■ EXERCISE
Exactly as written, restate the material below from its first line through the line containing "whether it adds", and stop there.

■ SUPPLIED DATA
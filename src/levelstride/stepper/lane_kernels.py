"""The compiled inner loops for many steps of many lanes.

All unknowns of a lane are rows of one workspace, and a row holds ``len(span)`` lanes side by side:
as many as fill whole vector registers, known when the kernel is compiled. Every part of a step,
whether it adds tendencies up, multiplies with a part of the operator or goes through the factors of
a stage system, is a set of rows written as weighted sums of other rows. ``Program`` lists them;
`march` reads it. See ``lane_program`` for how it is made.

Complex lanes are two halves of a row, real parts first; an imaginary coefficient reads the halves
exchanged and has the sign of the first half turned.
"""

from __future__ import annotations

from typing import Any, Final, NamedTuple

from levelstride.stepper.kernels import DONE, WRONG_SHAPE, Places, Vector, compiled, inlined
from levelstride.stepper.lane_registers import (
    Span,
    add_scaled,
    bare,
    exchanged,
    fixed,
    load,
    nothing,
    number,
    store,
)


class Program(NamedTuple):
    """One step as sweeps over the layers.

    ``sweep`` (nsweep, 5): first and last+1 set of rows, +1 from the ground up or -1 from the top
    down, layers in a block, largest lag.
    ``rows`` (nrows, 9), sets of rows, one a layer: place written, layers it lags behind the sweep,
    first and number of ``entry``, of ``group``, of ``lane_entry``, position in `SHAPES` from 1.
    ``entry`` (nentry, 3): place read, place of the coefficient, its stride from layer to layer.
    ``group`` (ngroup, 4): places of the real and of the imaginary part of a factor for every lane,
    the latter -1 if it is zero, first and number of the entries summed before.
    ``lane_entry`` (nlane_entry, 3): place read, place of the coefficients, whether halves are
    exchanged. Places are those of layer 0.
    """

    sweep: Places
    rows: Places
    entry: Places
    group: Places
    lane_entry: Places
    coefficient: Vector


SHAPES: Final = (
    (1, 0, 0, 0),
    (2, 0, 0, 0),
    (3, 0, 0, 0),
    (4, 0, 0, 0),
    (5, 0, 0, 0),
    (6, 0, 0, 0),
    (2, 1, 0, 0),
    (3, 1, 0, 0),
    (4, 1, 0, 0),
    (5, 1, 0, 0),
    (6, 1, 0, 0),
    (0, 0, 1, 0),
    (1, 0, 1, 0),
    (2, 0, 1, 0),
    (0, 0, 2, 0),
    (1, 0, 2, 0),
    (0, 0, 1, 1),
    (1, 0, 1, 1),
    (0, 0, 2, 1),
    (1, 0, 2, 1),
)
"""Numbers of entries, carried, in the group, turned: sums for which there is a loop of its own.

Their order is that of the numbers in `write_rows`, where 0 stands for all others.
"""


class Bare(NamedTuple):
    """A workspace and a program, all flat and without reference counts."""

    work: Any
    lanes: Any
    coefficient: Any
    sweep: Any
    rows: Any
    entry: Any
    group: Any
    lane_entry: Any
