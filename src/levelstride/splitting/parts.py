"""The operator of one column and wave, sorted into its parts."""

from __future__ import annotations

from collections.abc import Mapping
from dataclasses import dataclass, field

from levelstride.column.air import Background
from levelstride.column.column import Column
from levelstride.operator.bands import Banded, total
from levelstride.operator.setting import layout_of
from levelstride.operator.state import Layout
from levelstride.operator.terms import assemble
from levelstride.operator.wave import Wave
from levelstride.splitting.splitting import Splitting

BEYOND_REFERENCE = "beyond-reference"


@dataclass(frozen=True, slots=True, eq=False)
class Parts:
    """The operator sorted by treatment, in stored unknowns (see ``Layout``).

    Attributes
    ----------
    slow, fast, after, after_implicit : Banded
        Explicit and implicit in the stages, once per step by forward and by backward Euler.
    layout : Layout
    implicit_terms : frozenset of str
        Names of the fast terms that are not zero on this column.
    slow_terms : mapping of str to Banded
        What the slow part is made of, by term; what implicit terms on the air have beyond those on
        a reference state is `BEYOND_REFERENCE`. Empty where it is not known.
    fast_terms : mapping of str to Banded
        The same for the fast part.
    """

    slow: Banded
    fast: Banded
    after: Banded
    after_implicit: Banded
    layout: Layout
    implicit_terms: frozenset[str]
    slow_terms: Mapping[str, Banded] = field(default_factory=dict)
    fast_terms: Mapping[str, Banded] = field(default_factory=dict)

    @property
    def whole(self) -> Banded:
        """The operator the air itself obeys."""
        return self.slow + self.fast + self.after + self.after_implicit

    @property
    def is_real(self) -> bool:
        """Whether the step can be taken in real arithmetic."""
        parts = (self.slow, self.fast, self.after, self.after_implicit)
        return all(part.is_real for part in parts)


def split_operator(splitting: Splitting, column: Column, air: Background, wave: Wave) -> Parts:
    """Sort every term into its part.

    With a reference state the fast part is the implicit terms built on the reference, and the slow
    part is what remains of the operator on the air, so that the sum is the operator on the air.

    Parameters
    ----------
    splitting : Splitting
    column : Column
    air : Background
        The state of the column's air that is carried.
    wave : Wave
    """
    terms = assemble(column, air, wave)
    on_reference = assemble(column, column.reference, wave) if column.reference else terms
    return sort_terms(splitting, terms, on_reference, layout_of(column))


def sort_terms(
    splitting: Splitting,
    terms: Mapping[str, Banded],
    on_reference: Mapping[str, Banded],
    layout: Layout,
) -> Parts:
    """Sort assembled terms; see ``split_operator``."""
    size = layout.size

    def gather(treatment: str, source: Mapping[str, Banded]) -> Banded:
        return total(size, (source[name] for name in splitting.terms(treatment)))

    slow = gather("explicit", terms)
    fast = gather("implicit", on_reference)
    slow_terms = {name: terms[name] for name in splitting.terms("explicit")}
    if on_reference is not terms:
        slow = (slow + gather("implicit", terms) - fast).trimmed()
        slow_terms[BEYOND_REFERENCE] = (gather("implicit", terms) - fast).trimmed()
    active = frozenset(
        name for name in splitting.terms("implicit") if not on_reference[name].is_zero
    )
    after, after_implicit = gather("after-step", terms), gather("after-step-implicit", terms)
    fast_terms = {name: on_reference[name] for name in splitting.terms("implicit")}
    return Parts(slow, fast, after, after_implicit, layout, active, slow_terms, fast_terms)
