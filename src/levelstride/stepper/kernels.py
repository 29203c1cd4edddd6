"""The compiled inner loops of a step; the only module that knows numba.

States are arrays of shape (nstate, nlane) with the lanes innermost: all lanes do the same
arithmetic, so the compiler turns the inner loops into vector instructions. A lane is one state, for
instance one column of the identity. A kernel writes into what it is handed and returns a status.

Coefficients are arrays of shape (n,), shared by all lanes, or (n, nlane), one a lane: ``lane_of``
picks the one or the other when the kernel is compiled.
"""

from __future__ import annotations

from collections.abc import Callable
from pathlib import Path
from typing import Any, Final, NamedTuple

import numba
import numpy as np
from numba.extending import overload
from numpy.typing import NDArray

Vector = NDArray[Any]
Places = NDArray[np.int64]

DONE: Final = 0
WRONG_SHAPE: Final = -1

LANES: Final = 32
"""Lanes taken through a whole step at once, so that the stages of a block stay in the cache."""


def compiled(function: Callable[..., Any]) -> Any:
    """Compile a kernel on first use: the one place for flags and caching.

    ``cache``: compiling takes seconds, and a command that answers in one must not pay them every
    time; where neither the package's folder nor the user's cache can be written, numba refuses to
    cache and the kernel is compiled in every process. ``fastmath`` stays off: reordered sums would
    make results depend on the number of lanes, and infinities must pass through so that an
    unstable step shows as such. ``error_model="numpy"``: no check of divisors inside the loops,
    the factorisation looks at its own pivots.
    """
    flags: dict[str, Any] = {"error_model": "numpy", "fastmath": False}
    try:
        return numba.njit(cache=True, **flags)(function)
    except RuntimeError:
        return numba.njit(cache=False, **flags)(function)


class Rows(NamedTuple):
    """A sparse matrix, row by row: ``start`` (nstate+1,), ``column`` and ``value`` (nentry,)."""

    start: Places
    column: Places
    value: Vector


class Schedule(NamedTuple):
    """A step: the weights of the kept tendencies in each stage, and what each stage must do.

    ``first`` (nstage+2,) bounds the entries of each stage, and of the result, in ``slot`` and
    ``weight``; ``used``, ``solver``, ``slow_slot``, ``fast_slot`` (nstage,) as in ``Plan``.
    """

    first: Places
    slot: Places
    weight: Vector
    used: Places
    solver: Places
    slow_slot: Places
    fast_slot: Places
    result_stage: int


class Places5(NamedTuple):
    """Where the unknowns of layer and interface 0 are, and the stride to the next."""

    nlev: int
    stride: int
    u: int
    pi: int
    w: int
    theta: int


class Traits(NamedTuple):
    """Which couplings the stage system has; loops over absent ones are left out."""

    wind_in_pressure: int
    neighbours_in_pressure: int
    pressure_in_wind: int
    buoyancy: int
    stratification: int
    lorenz: int


class Reduction(NamedTuple):
    """Stage system reduced to w, per distinct diagonal coefficient, all times h = a_ii dt.

    Layers (ndiagonal, nlev): pi' from u (``pi_u`` and neighbours), ``shrink`` = 1/(1 - h^2 H P),
    pi' from w with ``shrink`` included, u from pi', theta' from w. Interfaces (ndiagonal, nlev-1):
    w from pi' and theta', and the factors ``lower``, ``inverse``, ``upper`` of the tridiagonal
    system. ``below`` and ``above`` say on which side the neighbour lies.
    """

    pi_u: Vector
    pi_u_below: Vector
    pi_u_above: Vector
    shrink: Vector
    pi_w_below: Vector
    pi_w_above: Vector
    u_pi: Vector
    theta_w_below: Vector
    theta_w_above: Vector
    w_pi_below: Vector
    w_pi_above: Vector
    w_theta_below: Vector
    w_theta_above: Vector
    lower: Vector
    inverse: Vector
    upper: Vector


def lane_of(coefficient: Any, lane: int) -> Any:
    """Return a shared coefficient as it is, a row of coefficients at the lane."""
    return coefficient[lane] if np.ndim(coefficient) else coefficient


@overload(lane_of, inline="always")
def _lane_of(coefficient, lane):  # type: ignore[no-untyped-def]  # numba compares signatures
    if isinstance(coefficient, numba.types.Array):
        return lambda coefficient, lane: coefficient[lane]
    return lambda coefficient, lane: coefficient


@compiled
def multiply(rows: Rows, x: Vector, y: Vector, nlane: int) -> None:
    """Y = A x for the first ``nlane`` lanes."""
    for i in range(y.shape[0]):
        out = y[i]
        first, last = rows.start[i], rows.start[i + 1]
        if first == last:
            for lane in range(nlane):
                out[lane] = 0.0
            continue
        a, source = rows.value[first], x[rows.column[first]]
        for lane in range(nlane):
            out[lane] = lane_of(a, lane) * source[lane]
        for k in range(first + 1, last):
            add_product(out, rows.value[k], x[rows.column[k]], nlane)


@compiled
def add_product(out: Vector, coefficient: Any, source: Vector, nlane: int) -> None:
    """Add coefficient times source to out, lane by lane."""
    for lane in range(nlane):
        out[lane] += lane_of(coefficient, lane) * source[lane]


@compiled
def factor(sub: Vector, diagonal: Vector, sup: Vector, lower: Vector, inverse: Vector,
           upper: Vector) -> int:  # fmt: skip
    """Factor a tridiagonal matrix without interchanges.

    Parameters
    ----------
    sub, diagonal, sup : ndarray, shape (n,)
        Row-aligned; ``sub[0]`` and ``sup[n-1]`` are not read.
    lower, inverse, upper : ndarray, shape (n,)
        Written: multipliers and inverse pivots times ``sup``, both negative so that the solve only
        adds, and inverse pivots.

    Returns
    -------
    int
        0, or the number of the first row, counted from 1, whose pivot cancels to nothing.
    """
    status = DONE
    for i in range(diagonal.shape[0]):
        taken = 0.0 * diagonal[i]
        lower[i] = taken
        if i > 0:
            lower[i] = -sub[i] * inverse[i - 1]
            taken = -lower[i] * sup[i - 1]
        pivot = diagonal[i] - taken
        if status == DONE and not abs(pivot) > 1e-10 * (abs(diagonal[i]) + abs(taken)):
            status = i + 1
        inverse[i] = 1.0 / pivot
        upper[i] = -inverse[i] * sup[i]
    return status


@compiled
def solve(y: Vector, at: Places5, has: Traits, c: Reduction, d: int, nlane: int) -> None:
    """Solve the stage system for the d-th diagonal coefficient in place, from rhs to Y.

    Upward: pi' without its part from w, then the right-hand side of w, eliminating from below.
    Downward: w, then pi', u and theta' of the layer above it. Shapes: ``y`` (nstate, nlane).
    """
    for j in range(at.nlev):
        begin_layer(y, at, has, c, d, j, nlane)
        if j > 0:
            m = j - 1
            w = y[at.w + m * at.stride]
            begin_interface(y, w, at, has, c, d, m, nlane)
            if m > 0:
                add_product(w, c.lower[d][m], y[at.w + (m - 1) * at.stride], nlane)
    for m in range(at.nlev - 2, -1, -1):
        w, inverse = y[at.w + m * at.stride], c.inverse[d][m]
        for lane in range(nlane):
            w[lane] *= lane_of(inverse, lane)
        if m < at.nlev - 2:
            add_product(w, c.upper[d][m], y[at.w + (m + 1) * at.stride], nlane)
        finish_layer(y, at, has, c, d, m + 1, nlane)
    finish_layer(y, at, has, c, d, 0, nlane)


@compiled
def begin_layer(y: Vector, at: Places5, has: Traits, c: Reduction, d: int, j: int,
                nlane: int) -> None:  # fmt: skip
    """Put into pi' what it is without w."""
    pi = y[at.pi + j * at.stride]
    if has.wind_in_pressure:
        add_product(pi, c.pi_u[d][j], y[at.u + j * at.stride], nlane)
    if has.neighbours_in_pressure:
        if j > 0:
            add_product(pi, c.pi_u_below[d][j], y[at.u + (j - 1) * at.stride], nlane)
        if j < at.nlev - 1:
            add_product(pi, c.pi_u_above[d][j], y[at.u + (j + 1) * at.stride], nlane)
    if has.pressure_in_wind:
        shrink = c.shrink[d][j]
        for lane in range(nlane):
            pi[lane] *= lane_of(shrink, lane)


@compiled
def begin_interface(y: Vector, w: Vector, at: Places5, has: Traits, c: Reduction, d: int, m: int,
                    nlane: int) -> None:  # fmt: skip
    """Put into w the right-hand side of the tridiagonal system."""
    add_product(w, c.w_pi_below[d][m], y[at.pi + m * at.stride], nlane)
    add_product(w, c.w_pi_above[d][m], y[at.pi + (m + 1) * at.stride], nlane)
    if has.buoyancy:
        add_product(w, c.w_theta_below[d][m], y[at.theta + m * at.stride], nlane)
        if has.lorenz:
            add_product(w, c.w_theta_above[d][m], y[at.theta + (m + 1) * at.stride], nlane)


@compiled
def finish_layer(y: Vector, at: Places5, has: Traits, c: Reduction, d: int, j: int,
                 nlane: int) -> None:  # fmt: skip
    """Give pi', u and theta' of a layer their part from the solved w."""
    pi = y[at.pi + j * at.stride]
    below, above = y[at.w + (j - 1) * at.stride], y[at.w + j * at.stride]
    theta = y[at.theta + j * at.stride]
    stored = j < at.nlev - 1 or has.lorenz
    if j > 0:
        add_product(pi, c.pi_w_below[d][j], below, nlane)
        if has.stratification and has.lorenz:
            add_product(theta, c.theta_w_below[d][j], below, nlane)
    if j < at.nlev - 1:
        add_product(pi, c.pi_w_above[d][j], above, nlane)
        if has.stratification and stored:
            add_product(theta, c.theta_w_above[d][j], above, nlane)
    if has.pressure_in_wind:
        add_product(y[at.u + j * at.stride], c.u_pi[d][j], pi, nlane)


@compiled
def combine(q: Vector, kept: Vector, schedule: Schedule, stage: int, out: Vector, start: int,
            nlane: int) -> None:  # fmt: skip
    """Out = lanes of q from ``start`` + the weighted tendencies kept for one stage."""
    first, last = schedule.first[stage], schedule.first[stage + 1]
    for i in range(out.shape[0]):
        target, source = out[i], q[i]
        for lane in range(nlane):
            target[lane] = source[start + lane]
        for k in range(first, last):
            add_product(target, schedule.weight[k], kept[schedule.slot[k], i], nlane)


@compiled
def difference(kept: Vector, y: Vector, rhs: Vector, nlane: int) -> None:
    """Kept = y - rhs for the first lanes."""
    for i in range(y.shape[0]):
        target, high, low = kept[i], y[i], rhs[i]
        for lane in range(nlane):
            target[lane] = high[lane] - low[lane]


@compiled
def advance(q: Vector, out: Vector, kept: Vector, y: Vector, rhs: Vector, schedule: Schedule,
            slow: Rows, fast: Rows, at: Places5, has: Traits, c: Reduction) -> int:  # fmt: skip
    """Take one step for all lanes, a block of lanes at a time.

    Parameters
    ----------
    q, out : ndarray, shape (nstate, nlane)
        State before and after the step.
    kept : ndarray, shape (nslot, nstate, nblock)
        Workspace for the tendencies.
    y, rhs : ndarray, shape (nstate, nblock)
        Workspace for a stage and its right-hand side.
    schedule : Schedule
    slow, fast : Rows
        The two parts of the operator.
    at, has, c : Places5, Traits, Reduction
        The stage systems; not read where no stage is solved.

    Returns
    -------
    int
        `DONE`, or `WRONG_SHAPE` if the workspaces do not fit.
    """
    nstate, nlane, nblock = q.shape[0], q.shape[1], y.shape[1]
    if y.shape[0] != nstate or rhs.shape != y.shape or kept.shape[1:] != y.shape or nblock < 1:
        return WRONG_SHAPE
    nstage = schedule.used.shape[0]
    for start in range(0, nlane, nblock):
        width = min(nblock, nlane - start)
        for i in range(nstage):
            if not schedule.used[i]:
                continue
            combine(q, kept, schedule, i, y, start, width)
            if schedule.solver[i] >= 0:
                rhs[:, :width] = y[:, :width]
                solve(y, at, has, c, schedule.solver[i], width)
                if schedule.fast_slot[i] >= 0:
                    difference(kept[schedule.fast_slot[i]], y, rhs, width)
            elif schedule.fast_slot[i] >= 0:
                multiply(fast, y, kept[schedule.fast_slot[i]], width)
            if schedule.slow_slot[i] >= 0:
                multiply(slow, y, kept[schedule.slow_slot[i]], width)
        if schedule.result_stage < 0:
            combine(q, kept, schedule, nstage, y, start, width)
        out[:, start : start + width] = y[:, :width]
    return DONE


def is_compiled() -> bool:
    """Whether the step is compiled, in this process or in a cache at least as new as this file."""
    if advance.signatures:
        return True
    folder = advance.stats.cache_path
    if folder is None:
        return False
    written = Path(__file__).stat().st_mtime
    return any(
        found.stat().st_mtime >= written
        for found in Path(folder).glob(f"{Path(__file__).stem}.advance-*.nbi")
    )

■ RESULT FOR THIS EXERCISE
filename src/levelstride/stepper/lane_kernels.py
"""The compiled inner loops for many steps of many lanes.

All unknowns of a lane are rows of one workspace, and a row holds ``len(span)`` lanes side by side:
as many as fill whole vector registers, known when the kernel is compiled. Every part of a step,
whether it adds tendencies up, multiplies with a part of the operator or goes through the factors of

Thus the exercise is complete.